À toutes les questions que M. Florent avait posées à M. Barkimel, celui-ci n’avait consenti à répondre que par ces mots:

– Levez-vous!

– Mais enfin, me direz-vous?

– Levez-vous!

– Courons-nous quelque danger personnel?

– Nous avons un grand devoir à accomplir.

– Alors, me voilà, obtempéra M. Florent, tout en tremblant d’inquiétude.

Et M. Barkimel avait entraîné M. Florent à Versailles. Il paraissait fort préoccupé et continuait de ne point répondre à toutes les questions de son ami.

Arrivés dans la ville, ils ne furent pas peu étonnés d’assister à un spectacle dont, cependant, M. Barkimel prétendait avoir été averti.

– Vous êtes donc dans le secret des dieux? avait demandé M. Florent stupéfait.

– Je savais que l’on allait tenter de renverser la République, aujourd’hui, à Versailles, parfaitement! se rengorgea M. Barkimel.

– Vous saviez tout cela et vous nous amenez dans cette dangereuse cohue? Pourquoi faire?

– Nous devons nous opposer à ce qu’on renverse la République, monsieur Florent!

– Mais je vous ai toujours entendu dire qu’une bonne poigne!

– Moi? vous avez rêvé! Et si j’ai pu dire, en effet, qu’une bonne poigne est quelquefois nécessaire, j’ai toujours pensé qu’elle devait être au bout du bras d’un ferme républicain et non pas d’un soldat de fortune, monsieur Florent…

– Vraiment! vous me stupéfiez! et comment nous opposerons-nous à ce qu’on renverse la République?

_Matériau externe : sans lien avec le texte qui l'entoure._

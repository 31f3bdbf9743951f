"""Reference numbers for the envelopes, at 50 digits with mpmath, written to envelopes.json beside this script.

Values are the defining formulas at the very doubles that the tests use; slopes are numerical derivatives of those formulas
(mpmath.diff), areas adaptive quadratures of them (mpmath.quad), so that no closed form of the program is used twice.
The largest value of the band-limited curve is the largest of a dense search, refined by mpmath.findroot.
Run: python3 tests/reference/envelopes.py
"""

import json
import os

import mpmath as mp

mp.mp.dps = 50
F = mp.mpf


def lifted(g, c, edge):
    if edge == "step":
        return g
    return lambda t: (g(t) - g(F(0))) / (g(c) - g(F(0)))


def curve(word, p):
    """(function of t, kinks, length, uncut area)"""
    q = {k: F(v) for k, v in p.items() if isinstance(v, float)}
    L, rise, c = q.get("length"), q.get("rise"), q.get("cut_at")
    if word == "square":
        return lambda t: F(1), [], L, L
    if word in ("raised cosine", "sine squared"):
        return lambda t: (1 - mp.cos(2 * mp.pi * t / L)) / 2, [], L, None
    if word == "blackman":
        return lambda t: F("0.42") - F("0.5") * mp.cos(2 * mp.pi * t / L) + F("0.08") * mp.cos(4 * mp.pi * t / L), [], L, None
    if word in ("cosine edges", "trapezoid"):
        edge = (lambda s: (1 - mp.cos(mp.pi * s / rise)) / 2) if word == "cosine edges" else (lambda s: s / rise)
        return lambda t: edge(t) if t < rise else (edge(L - t) if t > L - rise else F(1)), [rise, L - rise], L, None
    if word == "gaussian":
        if "field_sigma" in q:
            sigma = q["field_sigma"]
        elif "field_fwhm" in q:
            sigma = q["field_fwhm"] / (2 * mp.sqrt(2 * mp.log(2)))
        else:
            sigma = q["intensity_fwhm"] / (2 * mp.sqrt(mp.log(2)))
        g = lambda t: mp.exp(-((t - c) ** 2) / (2 * sigma**2))
        return lifted(g, c, p["edge"]), [c], 2 * c, sigma * mp.sqrt(2 * mp.pi)
    if word == "sech":
        T = q["sech_time"]
        g = lambda t: mp.sech((t - c) / T)
        return lifted(g, c, p["edge"]), [c], 2 * c, mp.pi * T
    if word == "error-function edges":
        w = q["rise_10_90"] / (2 * mp.erfinv(F("0.8")))
        g = lambda t: (mp.erf((t - c + L / 2) / w) - mp.erf((t - c - L / 2) / w)) / 2
        peak = mp.erf(L / 2 / w)
        inner = [x for x in (c - L / 2, c, c + L / 2) if 0 < x < 2 * c]
        return lifted(g, c, p["edge"]), inner, 2 * c, L if p["edge"] == "step" else L / peak
    if word == "exponential edges":
        tau = q["rise_10_90"] / mp.log(9)
        on = lambda t: 1 - mp.exp(-t / tau)
        return lambda t: on(t) if t < L else on(L) * mp.exp(-(t - L) / tau), [L] if L / 2 + c > L else [], L / 2 + c, L
    assert word == "samples"
    v = [F(x) for x in p["samples"]]
    n = len(v)
    times = [F(x) for x in p["times"]] if "times" in p else None
    if p["between"] == "hold":
        starts = times or [k * L / n for k in range(n)]
        return lambda t: v[max(k for k in range(n) if starts[k] <= t)], starts[1:], L, None
    if times:
        L = times[-1]
    if p["between"] == "linear":
        at = times or [k * L / (n - 1) for k in range(n)]

        def line(t):
            k = max([k for k in range(n - 1) if at[k] <= t] or [0])
            return v[k] + (v[k + 1] - v[k]) * (t - at[k]) / (at[k + 1] - at[k])

        return line, at[1:-1], L, None
    step = L / (n - 1)
    return lambda t: mp.fsum(v[k] * mp.sincpi(t / step - k) for k in range(n)), [k * step for k in range(1, n - 1)], L, None


def largest(word, p, f, kinks, L):
    if word == "square":
        return F(1)
    if word == "samples" and p["between"] != "band limited":
        return max(abs(F(v)) for v in p["samples"])
    points = 2000
    best = max([L * F(k) / points for k in range(points + 1)] + kinks, key=lambda t: abs(f(t)))
    if 0 < best < L and best not in kinks:
        best = min(max(mp.findroot(lambda t: mp.diff(f, t) * L, (best - L / points, best + L / points), solver="anderson"), F(0)), L)
    return abs(f(best))


CASES = [
    ("square", {"length": 4e-7}),
    ("raised cosine", {"length": 9e-7}),
    ("sine squared", {"length": 7e-7}),
    ("blackman", {"length": 1e-6}),
    ("cosine edges", {"length": 1e-6, "rise": 3e-7}),
    ("cosine edges", {"length": 1e-6, "rise": 5e-7}),
    ("trapezoid", {"length": 8e-7, "rise": 1.5e-7}),
    ("gaussian", {"field_sigma": 2.1e-7, "cut_at": 5e-7, "edge": "step"}),
    ("gaussian", {"field_fwhm": 4e-7, "cut_at": 5e-7, "edge": "lift"}),
    ("gaussian", {"intensity_fwhm": 3e-7, "cut_at": 6e-7, "edge": "step"}),
    ("gaussian", {"field_sigma": 1e-6, "cut_at": 2e-7, "edge": "lift"}),
    ("gaussian", {"field_sigma": 1e-9, "cut_at": 6e-8, "edge": "lift"}),
    ("sech", {"sech_time": 1.2e-7, "cut_at": 6e-7, "edge": "step"}),
    ("sech", {"sech_time": 1.2e-7, "cut_at": 4e-7, "edge": "lift"}),
    ("sech", {"sech_time": 1e-6, "cut_at": 3e-7, "edge": "lift"}),
    ("sech", {"sech_time": 1e-9, "cut_at": 1e-6, "edge": "lift"}),
    ("error-function edges", {"length": 8e-7, "rise_10_90": 1.5e-7, "cut_at": 6e-7, "edge": "step"}),
    ("error-function edges", {"length": 8e-7, "rise_10_90": 3e-7, "cut_at": 5.5e-7, "edge": "lift"}),
    ("error-function edges", {"length": 3e-7, "rise_10_90": 6e-7, "cut_at": 5e-7, "edge": "step"}),
    ("error-function edges", {"length": 8e-7, "rise_10_90": 4e-7, "cut_at": 3e-7, "edge": "lift"}),
    ("exponential edges", {"length": 8e-7, "rise_10_90": 2.2e-7, "cut_at": 1.2e-6}),
    ("exponential edges", {"length": 3e-7, "rise_10_90": 2e-6, "cut_at": 1.5e-7}),
    ("exponential edges", {"length": 8e-7, "rise_10_90": 2.2e-7, "cut_at": 1e-7}),
    ("samples", {"length": 8e-7, "samples": [0.25, 1.0, -0.5, 0.5], "between": "hold"}),
    ("samples", {"length": 9e-7, "samples": [0.0, 1.0, 0.4, 0.0], "between": "linear"}),
    ("samples", {"length": 9e-7, "samples": [0.1, 0.9, 1.0, -0.4, 0.55, 0.2], "between": "band limited"}),
    ("samples", {"length": 2e-7, "samples": [1.0, -1.0, 1.0, -1.0, -1.0, 1.0, -1.0, 1.0], "between": "band limited"}),
    ("samples", {"length": 9e-7, "samples": [0.2, -1.0, 0.4], "times": [0.0, 1e-7, 6e-7], "between": "hold"}),
    ("samples", {"samples": [0.2, -1.0, 0.4, 0.3], "times": [0.0, 1e-7, 6e-7, 7.5e-7], "between": "linear"}),
    ("samples", {"samples": [0.2, -1.0, 0.4, 0.3], "times": [0.0, 1e-7, 2e-7, 3e-7], "between": "band limited"}),
]

SHARES = [0.0, 1e-9, 1e-3, 0.0713, 0.21, 0.3301, 0.4999, 0.5003, 0.64, 0.7417, 0.93, 0.999, 1 - 1e-9, 1.0]

table = []
for word, parameters in CASES:
    f, kinks, length, uncut = curve(word, parameters)
    area = mp.quad(f, [F(0)] + sorted(set(kinks)) + [length])
    times = [float(length) * share for share in SHARES]
    entry = {
        "word": word,
        "parameters": parameters,
        "length": float(length),
        "area": float(area),
        "uncut_area": float(area if uncut is None else uncut),
        "largest": float(largest(word, parameters, f, kinks, length)),
        "times": times,
        "values": [float(f(F(t))) for t in times],
        # One-sided, towards the inside.
        "slopes": [float(mp.diff(f, F(t), direction=1 if s < 0.5 else -1)) for s, t in zip(SHARES, times)],
    }
    table.append(entry)

with open(os.path.join(os.path.dirname(os.path.abspath(__file__)), "envelopes.json"), "w") as out:
    out.write("[\n" + ",\n".join(json.dumps(entry) for entry in table) + "\n]\n")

– En surveillant M. Hilaire, tout simplement! Comprenez-vous, maintenant?

– Mais, de moins en moins! M. Hilaire a toujours été un des fervents de la Révolution.

– Monsieur Florent, taisez-vous, voici justement M. Hilaire. Je vous dirai ce qu’il faut en penser tout à l’heure…

– Écoutez, reprit Barkimel au bout d’un instant, voici ce qui m’est arrivé ce matin. Il pouvait être cinq heures. On frappe à ma porte à coups redoublés. Je me lève croyant qu’il y avait le feu, j’ouvre et je me trouve devant un monsieur très convenablement mis, habillé tout de noir, qui tenait humblement son chapeau melon à la main et me dit:

«- M. Barkimel, s’il vous plaît, puis-je vous dire un petit mot?

«Je lui réponds qu’on ne réveille pas les gens à une heure pareille! Il me dit que c’est pour mon bien et qu’il a quelque chose de très grave à me confier de la part d’un grand personnage qui désire, pour le moment, conserver l’anonymat. Je le fais entrer, je lui demande la permission de me remettre dans mon lit; il s’assied près de moi et, tout à coup, il me dit, me passant sa main sur la mienne:

«- Monsieur Barkimel, voulez-vous être décoré?

En entendant ce passage inattendu du récit de M. Barkimel, M. Florent devient cramoisi, puis violet. On dirait qu’il va étouffer; en vérité il suffoque!